> **Action item**: Nothing in the records may change. Output them all exactly.

-- Supplied material follows --

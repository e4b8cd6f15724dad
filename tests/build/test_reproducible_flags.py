"""reproducible_flags: every unsafe option removed or replaced, the safe options appended once,
the other options kept in order, and applying it twice changes nothing."""
from __future__ import annotations

import shlex

import pytest
from hypothesis import given, settings, strategies as st

from rewrite.build import reproducible_flags, scan_build_text
from rewrite.build.flags import DEFAULT, RULES, UNSAFE, match, rules_for, units
from rewrite.build.tokens import Word

COMMAND = {"gnu": "gfortran", "flang": "flang-new", "intel": "ifx", "nvidia": "nvfortran", "cray": "ftn",
           "nag": "nagfor"}
NEUTRAL = ["-g", "-c", "-Wall", "-I/opt/lake/include", "-fopenmp", "-DLAYERS=16", "-o", "heat.o", "heat_budget.f90",
           "-funroll-loops", "-std=f2008"]


def _split(option):
    return option.split(" ")


@pytest.mark.parametrize("flags,compiler,libm,expected", [
    # -Ofast -> -O3; GCC always gets -ffp-contract=off; -O3 with libm calls gets -fno-tree-vectorize
    (["-Ofast", "-march=native", "-g"], "gfortran", True,
     ["-O3", "-march=native", "-g", "-ffp-contract=off", "-fno-tree-vectorize"]),
    (["-O3", "-march=native"], "gfortran", False, ["-O3", "-march=native", "-ffp-contract=off"]),
    (["-O2", "-ffp-contract=fast", "-ftree-vectorize"], "gcc", True,
     ["-O2", "-ffp-contract=off", "-fno-tree-vectorize"]),
    (["-O1", "-ffast-math"], "gfortran", True, ["-O1", "-ffp-contract=off"]),
    (["-Ofast"], "flang-new", True, ["-O3", "-ffp-contract=off"]),
    # Intel: fast models become consistent; other -assume keywords stay
    (["-fast"], "ifx", True, ["-O3", "-fp-model", "consistent"]),
    (["-O2", "-fp-model=fast=2", "-assume", "noprotect_parens,byterecl"], "ifort", True,
     ["-O2", "-fp-model", "consistent", "-assume", "byterecl"]),
    (["-O2", "-fp-model", "precise", "-xHost"], "ifx", True, ["-O2", "-fp-model", "precise", "-xHost", "-no-fma"]),
    (["-O2", "-fma"], "/opt/intel/bin/ifx", True, ["-O2", "-no-fma", "-fp-model", "consistent"]),
    (["-fast", "-Mfma", "-tp", "zen3"], "nvfortran", True, ["-O2", "-Mnofma", "-tp", "zen3"]),
    (["-O2", "-hfp3"], "ftn", True, ["-O2", "-h", "fp0"]),
    (["-O2"], "crayftn", True, ["-O2", "-h", "fp0"]),
    (["-Ounsafe", "-ieee=nonstd"], "nagfor", True, ["-O2", "-ieee=stop"]),
    (["-O3", "-funsafe-math-optimizations"], "mpif90", True,
     ["-O3", "-ffp-contract=off", "-fno-tree-vectorize"]),
])
def test_examples(flags, compiler, libm, expected):
    assert reproducible_flags(flags, compiler, libm) == expected


def _pool(family):
    pool = []
    for rule in rules_for(family):
        if rule.kind != DEFAULT:
            pool.append(_split(rule.example))
    return pool + [[n] for n in NEUTRAL]


@st.composite
def flag_lists(draw):
    family = draw(st.sampled_from(sorted(COMMAND)))
    pieces = draw(st.lists(st.sampled_from(_pool(family)), max_size=12))
    return family, [word for piece in pieces for word in piece]


def _unsafe_units(flags, family):
    found = []
    for unit in units(Word(f, i, i + 1) for i, f in enumerate(flags)):
        found += [rule.key for rule in match(unit.text, family) if rule.kind == UNSAFE]
    return found


@settings(max_examples=200, deadline=None)
@given(case=flag_lists(), libm=st.booleans(), by_family=st.booleans())
def test_idempotent_and_safe(case, libm, by_family):
    family, flags = case
    compiler = family if by_family else COMMAND[family]
    fixed = reproducible_flags(flags, compiler, libm)
    assert reproducible_flags(fixed, compiler, libm) == fixed
    assert _unsafe_units(fixed, family) == []
    # the audit agrees: a command with the advice has no finding at all
    script = "#!/bin/sh\n" + " ".join([COMMAND[family]] + [shlex.quote(f) for f in fixed]) + "\n"
    assert scan_build_text("build.sh", script, libm) == []
    # options the table does not know keep their order
    neutral = [f for f in flags if f in NEUTRAL]
    assert [f for f in fixed if f in NEUTRAL] == neutral
    # safe options are appended once
    for option in ("-ffp-contract=off", "-fno-tree-vectorize", "-Mnofma", "-no-fma"):
        assert fixed.count(option) <= max(1, flags.count(option))


@settings(max_examples=100, deadline=None)
@given(flags=st.lists(st.text(alphabet="-fOphxmMt=:,a0123 ", max_size=12), max_size=8),
       compiler=st.sampled_from(sorted(COMMAND.values()) + ["mpif90", "cc"]))
def test_any_words_give_a_fixed_point(flags, compiler):
    fixed = reproducible_flags(flags, compiler)
    assert reproducible_flags(fixed, compiler) == fixed


def test_every_unsafe_rule_is_removed_by_itself():
    for rule in RULES:
        if rule.kind != UNSAFE:
            continue
        for family in rule.families:
            fixed = reproducible_flags(_split(rule.example), family)
            assert _unsafe_units(fixed, family) == [], (rule.key, fixed)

-- Supplied material concluded --

> **Output of the exercise**:
repository e4b8cd6f15724dad
filename tests/build/test_reproducible_flags.py
"""reproducible_flags: every unsafe option removed or replaced, the safe options appended once,
the other options kept in order, and applying it twice changes nothing."""
from __future__ import annotations

import shlex

import pytest
from hypothesis import given, settings, strategies as st

from rewrite.build import reproducible_flags, scan_build_text
from rewrite.build.flags import DEFAULT, RULES, UNSAFE, match, rules_for, units
from rewrite.build.tokens import Word

COMMAND = {"gnu": "gfortran", "flang": "flang-new", "intel": "ifx", "nvidia": "nvfortran", "cray": "ftn",
           "nag": "nagfor"}
NEUTRAL = ["-g", "-c", "-Wall", "-I/opt/lake/include", "-fopenmp", "-DLAYERS=16", "-o", "heat.o", "heat_budget.f90",
           "-funroll-loops", "-std=f2008"]


def _split(option):
    return option.split(" ")


@pytest.mark.parametrize("flags,compiler,libm,expected", [
    # -Ofast -> -O3; GCC always gets -ffp-contract=off; -O3 with libm calls gets -fno-tree-vectorize
    (["-Ofast", "-march=native", "-g"], "gfortran", True,
     ["-O3", "-march=native", "-g", "-ffp-contract=off", "-fno-tree-vectorize"]),
    (["-O3", "-march=native"], "gfortran", False, ["-O3", "-march=native", "-ffp-contract=off"]),
    (["-O2", "-ffp-contract=fast", "-ftree-vectorize"], "gcc", True,
     ["-O2", "-ffp-contract=off", "-fno-tree-vectorize"]),
    (["-O1", "-ffast-math"], "gfortran", True, ["-O1", "-ffp-contract=off"]),
    (["-Ofast"], "flang-new", True, ["-O3", "-ffp-contract=off"]),
    # Intel: fast models become consistent; other -assume keywords stay
    (["-fast"], "ifx", True, ["-O3", "-fp-model", "consistent"]),
    (["-O2", "-fp-model=fast=2", "-assume", "noprotect_parens,byterecl"], "ifort", True,
     ["-O2", "-fp-model", "consistent", "-assume", "byterecl"]),
    (["-O2", "-fp-model", "precise", "-xHost"], "ifx", True, ["-O2", "-fp-model", "precise", "-xHost", "-no-fma"]),
    (["-O2", "-fma"], "/opt/intel/bin/ifx", True, ["-O2", "-no-fma", "-fp-model", "consistent"]),
    (["-fast", "-Mfma", "-tp", "zen3"], "nvfortran", True, ["-O2", "-Mnofma", "-tp", "zen3"]),
    (["-O2", "-hfp3"], "ftn", True, ["-O2", "-h", "fp0"]),
    (["-O2"], "crayftn", True, ["-O2", "-h", "fp0"]),
    (["-Ounsafe", "-ieee=nonstd"], "nagfor", True, ["-O2", "-ieee=stop"]),
    (["-O3", "-funsafe-math-optimizations"], "mpif90", True,
     ["-O3", "-ffp-contract=off", "-fno-tree-vectorize"]),
])
def test_examples(flags, compiler, libm, expected):
    assert reproducible_flags(flags, compiler, libm) == expected


def _pool(family):
    pool = []
    for rule in rules_for(family):
        if rule.kind != DEFAULT:
            pool.append(_split(rule.example))
    return pool + [[n] for n in NEUTRAL]


@st.composite
def flag_lists(draw):
    family = draw(st.sampled_from(sorted(COMMAND)))
    pieces = draw(st.lists(st.sampled_from(_pool(family)), max_size=12))
    return family, [word for piece in pieces for word in piece]


def _unsafe_units(flags, family):
    found = []
    for unit in units(Word(f, i, i + 1) for i, f in enumerate(flags)):
        found += [rule.key for rule in match(unit.text, family) if rule.kind == UNSAFE]
    return found


@settings(max_examples=200, deadline=None)
@given(case=flag_lists(), libm=st.booleans(), by_family=st.booleans())
def test_idempotent_and_safe(case, libm, by_family):
    family, flags = case
    compiler = family if by_family else COMMAND[family]
    fixed = reproducible_flags(flags, compiler, libm)
    assert reproducible_flags(fixed, compiler, libm) == fixed
    assert _unsafe_units(fixed, family) == []
    # the audit agrees: a command with the advice has no finding at all
    script = "#!/bin/sh\n" + " ".join([COMMAND[family]] + [shlex.quote(f) for f in fixed]) + "\n"
    assert scan_build_text("build.sh", script, libm) == []
    # options the table does not know keep their order
    neutral = [f for f in flags if f in NEUTRAL]
    assert [f for f in fixed if f in NEUTRAL] == neutral
    # safe options are appended once
    for option in ("-ffp-contract=off", "-fno-tree-vectorize", "-Mnofma", "-no-fma"):
        assert fixed.count(option) <= max(1, flags.count(option))


@settings(max_examples=100, deadline=None)
@given(flags=st.lists(st.text(alphabet="-fOphxmMt=:,a0123 ", max_size=12), max_size=8),
       compiler=st.sampled_from(sorted(COMMAND.values()) + ["mpif90", "cc"]))
def test_any_words_give_a_fixed_point(flags, compiler):
    fixed = reproducible_flags(flags, compiler)
    assert reproducible_flags(fixed, compiler) == fixed


def test_every_unsafe_rule_is_removed_by_itself():
    for rule in RULES:
        if rule.kind != UNSAFE:
            continue
        for family in rule.families:
            fixed = reproducible_flags(_split(rule.example), family)
            assert _unsafe_units(fixed, family) == [], (rule.key, fixed)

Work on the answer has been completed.